EXERCISE GOAL — Among the lines below, how many carry the string "walletCents"? Reply with a number and nothing else.

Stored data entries
====

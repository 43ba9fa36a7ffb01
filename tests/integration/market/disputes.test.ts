import { eq } from "drizzle-orm";
import { beforeEach, describe, expect, it } from "vitest";
import type { Db } from "@/db/client";
import { findImage } from "@/db/queries/batches";
import { findPosting, ledgerViolations } from "@/db/queries/ledger";
import { findDispute, findOpenDispute, listSubmissionsOf } from "@/db/queries/work";
import { auditLog, consensusRuns, disputes, payouts, users } from "@/db/schema";
import type { Actor } from "@/lib/auth/actor";
import type { DecideInput } from "@/lib/contracts/work";
import { newId } from "@/lib/ids";
import type { Box } from "@/lib/geometry/types";
import { insertPosting } from "@/db/queries/ledger";
import { inTransaction } from "@/db/client";
import { accountId, posting as transfer } from "@/lib/ledger/posting";
import { payoutStartPosting } from "@/lib/ledger/postings";
import { closeBatch } from "@/lib/market/batches/closeBatch";
import { settleImage } from "@/lib/market/consensus/settleImage";
import { decideDispute } from "@/lib/market/disputes/decideDispute";
import { findEvidence } from "@/lib/market/disputes/evidence";
import { contestImage, contestScore, withdrawDispute } from "@/lib/market/disputes/openDispute";
import { freshDb } from "@/tests/support/db";
import {
  bottles,
  cents,
  classId,
  drawing,
  HOUR_MS,
  join,
  letters,
  openMarket,
  person,
  refusalOf,
  refusalText,
  settledImage,
  splitImage,
  START_MS,
  strayBottles,
  work,
  type Market,
} from "@/tests/support/market";

const REASON = "The second bottle is a piece of driftwood.";
const NOON_MS = START_MS + 3 * HOUR_MS;

let db: Db;
let market: Market;
let imageId: string;
beforeEach(() => {
  db = freshDb();
  market = openMarket(db, { imageCount: 1, kMin: 2, kMax: 3 });
  imageId = market.imageIds[0] ?? "";
});

const annotator = (index: number) => market.annotators[index] as Actor;
const redraw = (boxes: readonly Box[]): DecideInput => ({
  outcome: "redraw",
  document: drawing(classId(db, market.batchId, "bottle"), boxes),
  reason: REASON,
});
const keep: DecideInput = { outcome: "keep", reason: REASON };
const pick = (submissionId: string): DecideInput => ({ outcome: "pick", submissionId, reason: REASON });
const decide = (disputeId: string, decision: DecideInput, actor = market.admin) =>
  decideDispute({ actor, nowMs: NOON_MS, disputeId, decision });
const contest = (submissionId: string, actor = annotator(0), nowMs = NOON_MS) =>
  contestScore({ actor, nowMs, submissionId, reason: REASON });
const pays = () => listSubmissionsOf(db, imageId).map((row) => row.payCents);
const runs = () => db.select().from(consensusRuns).all().length;
const payable = (index: number) => cents(db, "payable", annotator(index).id);
const openOnDocket = () => {
  const found = findOpenDispute(db, imageId);
  if (!found) throw new Error("nothing is on the docket");
  return found.id;
};
const payOut = (index: number) =>
  inTransaction(db, (tx) => {
    const id = annotator(index).id;
    const row = { id: newId("out"), annotatorId: id, amountCents: payable(index), createdAtMs: NOON_MS };
    tx.insert(payouts)
      .values({ ...row, status: "queued" })
      .run();
    const posting = payoutStartPosting(id, payable(index));
    insertPosting(tx, {
      source: "payout",
      sourceId: row.id,
      kind: "start",
      posting,
      memo: "",
      nowMs: NOON_MS,
    });
  });

describe("contesting a score", () => {
  it("puts it on the docket with the evidence as it is now, and tells the admins", () => {
    const [submissionId] = settledImage(market) as [string];
    const dispute = findDispute(db, contest(submissionId));
    expect(dispute).toMatchObject({ kind: "score", submissionId, status: "open", openedBy: annotator(0).id });
    // The cap is 40 cents and 14 are paid: 26 more at most.
    expect(dispute?.stakeCents).toBe(26);
    expect(dispute?.evidence).toMatchObject({ briefVersion: 1 });
    expect(findEvidence(db, dispute?.id ?? "")?.snapshot).toMatchObject({
      batch: { capCents: 40 },
      image: { width: 640, height: 480 },
    });
    expect(letters(db, "docket")).toHaveLength(1);
  });

  it("is for whose score it is: another's submission is not found", () => {
    const [submissionId] = settledImage(market) as [string];
    expect(refusalOf(() => contest(submissionId, annotator(1)))).toBe("not_found");
    expect(db.select().from(disputes).all()).toEqual([]);
  });

  it("takes a score", () => {
    const ids = splitImage(market);
    expect(refusalText(() => contest(ids[0] ?? ""))).toMatch(/no score to contest yet/);
  });

  it("is over after the window, to the millisecond", () => {
    const [submissionId] = settledImage(market) as [string];
    const scoredMs = START_MS + 2 * 60_000;
    expect(refusalText(() => contest(submissionId, annotator(0), scoredMs + 72 * HOUR_MS + 1))).toMatch(
      /72 hours/,
    );
    expect(contest(submissionId, annotator(0), scoredMs + 72 * HOUR_MS)).toMatch(/^dsp_/);
  });

  it("twice is a conflict while the first is open", () => {
    const [submissionId, other] = settledImage(market) as [string, string];
    contest(submissionId);
    expect(refusalText(() => contest(submissionId))).toMatch(/on the docket already/);
    expect(contest(other, annotator(1))).toMatch(/^dsp_/);
  });

  it("can be taken back by whoever opened it, and opened again within the window", () => {
    const [submissionId] = settledImage(market) as [string];
    const disputeId = contest(submissionId);
    const withdraw = (actor: Actor) => withdrawDispute({ actor, nowMs: NOON_MS, disputeId });
    expect(refusalOf(() => withdraw(annotator(1)))).toBe("not_found");
    withdraw(annotator(0));
    expect(refusalOf(() => withdraw(annotator(0)))).toBe("not_found");
    expect(refusalOf(() => decide(disputeId, keep))).toBe("conflict");
    expect(contest(submissionId)).not.toBe(disputeId);
  });

  it("again after the decision is refused, whatever it was", () => {
    const [submissionId] = settledImage(market) as [string];
    decide(contest(submissionId), keep);
    expect(refusalText(() => contest(submissionId))).toMatch(/decided/);
    market = openMarket(db, { imageCount: 1, kMin: 2, kMax: 3 });
    imageId = market.imageIds[0] ?? "";
    const [another] = settledImage(market) as [string];
    decide(contest(another), redraw(bottles()));
    expect(refusalText(() => contest(another))).toMatch(/decided/);
  });
});

describe("contesting an image", () => {
  const contestIt = (actor = market.owner, nowMs = NOON_MS) =>
    contestImage({ actor, nowMs, imageId, reason: REASON });

  it("is for editors of its team: a viewer is forbidden, an outsider finds nothing", () => {
    settledImage(market);
    const viewer = person(db, "requester");
    join(db, market.teamId, viewer, "viewer");
    expect(refusalOf(() => contestIt(viewer))).toBe("forbidden");
    expect(refusalOf(() => contestIt(person(db, "requester")))).toBe("not_found");
    expect(findDispute(db, contestIt())).toMatchObject({ kind: "image", submissionId: null });
    expect(refusalOf(() => contestIt())).toBe("conflict");
  });

  it("takes a settled image, within the window", () => {
    expect(refusalText(() => contestIt())).toMatch(/Only a settled image/);
    settledImage(market);
    expect(refusalText(() => contestIt(market.owner, START_MS + 80 * HOUR_MS))).toMatch(/72 hours/);
  });

  it("is answered once: after a decision to keep it, it cannot be contested again", () => {
    settledImage(market);
    decide(contestIt(), keep);
    expect(refusalText(() => contestIt())).toMatch(/decided/);
  });
});

describe("a decision", () => {
  it("to keep a settled image moves nothing and makes no new run", () => {
    const [submissionId] = settledImage(market) as [string];
    const disputeId = contest(submissionId);
    const [runsBefore, settledAtMs] = [runs(), findImage(db, imageId)?.settledAtMs];
    expect(decide(disputeId, keep)).toEqual({ state: "decided", movedCents: 0 });
    expect([runs(), pays()]).toEqual([runsBefore, [14, 14]]);
    expect(findImage(db, imageId)?.settledAtMs).toBe(settledAtMs);
    expect(findDispute(db, disputeId)).toMatchObject({
      status: "decided",
      decision: { outcome: "keep" },
      decidedBy: market.admin.id,
      decisionReason: REASON,
    });
  });

  it("to keep a split image settles it by its last run and pays by that", () => {
    splitImage(market);
    decide(openOnDocket(), keep);
    expect(findImage(db, imageId)?.consensusState).toBe("settled");
    expect(pays().every((pay) => pay !== null)).toBe(true);
    expect(ledgerViolations(db)).toEqual([]);
  });

  it("to pick a submission pays it in full and the others by their fit with it", () => {
    const ids = splitImage(market);
    const { movedCents } = decide(openOnDocket(), pick(ids[1] ?? ""));
    expect(pays()).toEqual([0, 5 + 2 * 3, 0]);
    expect(movedCents).toBe(11);
    expect([payable(0), payable(1), payable(2)]).toEqual([0, 11, 0]);
    expect(findImage(db, imageId)).toMatchObject({ consensusState: "settled" });
    expect(ledgerViolations(db)).toEqual([]);
  });

  it("to pick a submission of another image is refused", () => {
    splitImage(market);
    expect(refusalOf(() => decide(openOnDocket(), pick("sub_none")))).toBe("invalid");
    expect(findDispute(db, openOnDocket())?.status).toBe("open");
  });

  it("by redrawing takes pay back by a posting linked to the first", () => {
    const [submissionId] = settledImage(market) as [string];
    const disputeId = contest(submissionId);
    const escrow = cents(db, "escrow", market.batchId);
    const { movedCents } = decide(disputeId, redraw(bottles().slice(0, 2)));
    expect(pays()).toEqual([11, 11]); // one bottle fewer for each
    expect(movedCents).toBe(-6);
    // Pay falls by 3 each; the fee of 11 cents is 1, one cent less each.
    expect(cents(db, "escrow", market.batchId)).toBe(escrow + 6 + 2);
    const release = findPosting(db, { source: "submission", sourceId: submissionId, kind: "release" });
    const adjust = findPosting(db, {
      source: "submission",
      sourceId: submissionId,
      kind: `adjust:${disputeId}`,
    });
    expect(adjust?.linkedTo).toBe(release?.id);
    expect(ledgerViolations(db)).toEqual([]);
  });

  it("that takes back more than is payable leaves a debt and no negative balance; a later rise pays it off", () => {
    const [submissionId] = settledImage(market) as [string];
    payOut(0);
    decide(contest(submissionId), redraw([[10, 400, 20, 20]]));
    expect(pays()).toEqual([0, 0]);
    expect([payable(0), cents(db, "debt", annotator(0).id)]).toEqual([0, -14]);
    expect([payable(1), cents(db, "debt", annotator(1).id)]).toEqual([0, 0]);
    expect(ledgerViolations(db)).toEqual([]);
  });

  it("by redrawing is held to the key and the image like any drawing", () => {
    splitImage(market);
    expect(refusalOf(() => decide(openOnDocket(), redraw([[630, 470, 50, 50]])))).toBe("invalid");
    expect(findImage(db, imageId)?.consensusState).toBe("split");
  });

  it("is made once: the second admin meets a conflict and nothing moves twice", () => {
    const ids = splitImage(market);
    const disputeId = openOnDocket();
    decide(disputeId, pick(ids[0] ?? ""));
    const before = [pays(), payable(0), runs()];
    expect(refusalText(() => decide(disputeId, pick(ids[1] ?? ""), person(db, "admin")))).toMatch(
      /decided already/,
    );
    expect([pays(), payable(0), runs()]).toEqual(before);
  });

  it("is not for somebody who took part: the opener, a member of the team, an annotator of the image", () => {
    const [submissionId] = settledImage(market) as [string];
    const disputeId = contest(submissionId);
    const promoted = { ...annotator(0), role: "admin" as const };
    db.update(users).set({ role: "admin" }).where(eq(users.id, promoted.id)).run();
    expect(refusalOf(() => decide(disputeId, keep, promoted))).toBe("forbidden");
    expect(refusalOf(() => decide(disputeId, keep, { ...annotator(1), role: "admin" }))).toBe("forbidden");
    expect(refusalOf(() => decide(disputeId, keep, { ...market.owner, role: "admin" }))).toBe("forbidden");
    expect(findDispute(db, disputeId)?.status).toBe("open");
  });

  it("answers whatever else was contested about the image", () => {
    const [mine, theirs] = settledImage(market) as [string, string];
    const [one, two] = [contest(mine), contest(theirs, annotator(1))];
    decide(one, redraw(bottles()));
    expect(findDispute(db, two)).toMatchObject({ status: "decided", decisionReason: REASON });
    expect(findOpenDispute(db, imageId)).toBeUndefined();
  });

  it("is told to both sides with its reason, and written to the audit log", () => {
    const ids = splitImage(market);
    const viewer = person(db, "requester");
    join(db, market.teamId, viewer, "viewer");
    decide(openOnDocket(), pick(ids[0] ?? ""));
    const told = letters(db, "decision");
    const expected = [annotator(0), annotator(1), annotator(2), market.owner].map((who) => who.email);
    expect(told.map((letter) => letter.to).sort()).toEqual(expected.sort());
    expect(told.every((letter) => letter.text.includes(REASON))).toBe(true);
    const entry = db.select().from(auditLog).where(eq(auditLog.action, "dispute.decided")).get();
    expect(entry).toMatchObject({ actorId: market.admin.id, detail: { outcome: "pick", reason: REASON } });
  });

  it("on nothing is not found", () => {
    expect(refusalOf(() => decide("dsp_none", keep))).toBe("not_found");
  });
});

describe("a decision after the batch was closed", () => {
  const closed = (walletCents: number) => {
    market = openMarket(db, { imageCount: 1, kMin: 2, kMax: 3, walletCents });
    imageId = market.imageIds[0] ?? "";
    const [submissionId] = settledImage(market) as [string];
    decide(contest(submissionId), keep);
    closeBatch({ actor: market.owner, nowMs: NOON_MS, batchId: market.batchId });
    return contestImage({ actor: market.owner, nowMs: NOON_MS, imageId, reason: REASON });
  };

  it("gives what is taken back to the wallet: the escrow of a closed batch stays empty", () => {
    const disputeId = closed(1000);
    const wallet = cents(db, "wallet", market.teamId);
    decide(disputeId, redraw(bottles().slice(0, 2)));
    expect(cents(db, "escrow", market.batchId)).toBe(0);
    expect(cents(db, "wallet", market.teamId)).toBe(wallet + 8);
    expect(ledgerViolations(db)).toEqual([]);
  });

  it("pays what was too little out of the wallet, and out of the platform's pocket where that is empty", () => {
    const [submissionId] = [0, 1].map((index) => work(market, annotator(index), strayBottles(index)));
    settleImage({ imageId, nowMs: START_MS + 5 * 60_000 });
    closeBatch({ actor: market.owner, nowMs: NOON_MS, batchId: market.batchId });
    const earned = () => payable(0) + payable(1) + cents(db, "fee");
    const [paid, before] = [payable(0), earned()];
    const disputeId = contest(submissionId ?? "");
    refundAllBut(1);
    decide(disputeId, pick(submissionId ?? ""));
    expect(payable(0)).toBe(11);
    expect(payable(0)).toBeGreaterThan(paid);
    const raised = earned() - before;
    expect(raised).toBeGreaterThan(1);
    expect(cents(db, "wallet", market.teamId)).toBe(0);
    expect(cents(db, "shortfall")).toBe(-(raised - 1));
    expect(cents(db, "escrow", market.batchId)).toBe(0);
    expect(ledgerViolations(db)).toEqual([]);
  });

  /** Moves the wallet out but for some cents, as a refund to the card does. */
  function refundAllBut(leftCents: number): void {
    const gone = cents(db, "wallet", market.teamId) - leftCents;
    const posting = transfer([
      { accountId: accountId("wallet", market.teamId), cents: -gone },
      { accountId: accountId("stripe"), cents: gone },
    ]);
    inTransaction(db, (tx) =>
      insertPosting(tx, {
        source: "refund",
        sourceId: "all",
        kind: "refund",
        posting,
        memo: "",
        nowMs: NOON_MS,
      }),
    );
  }
});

====

TASK RESPONSE — 2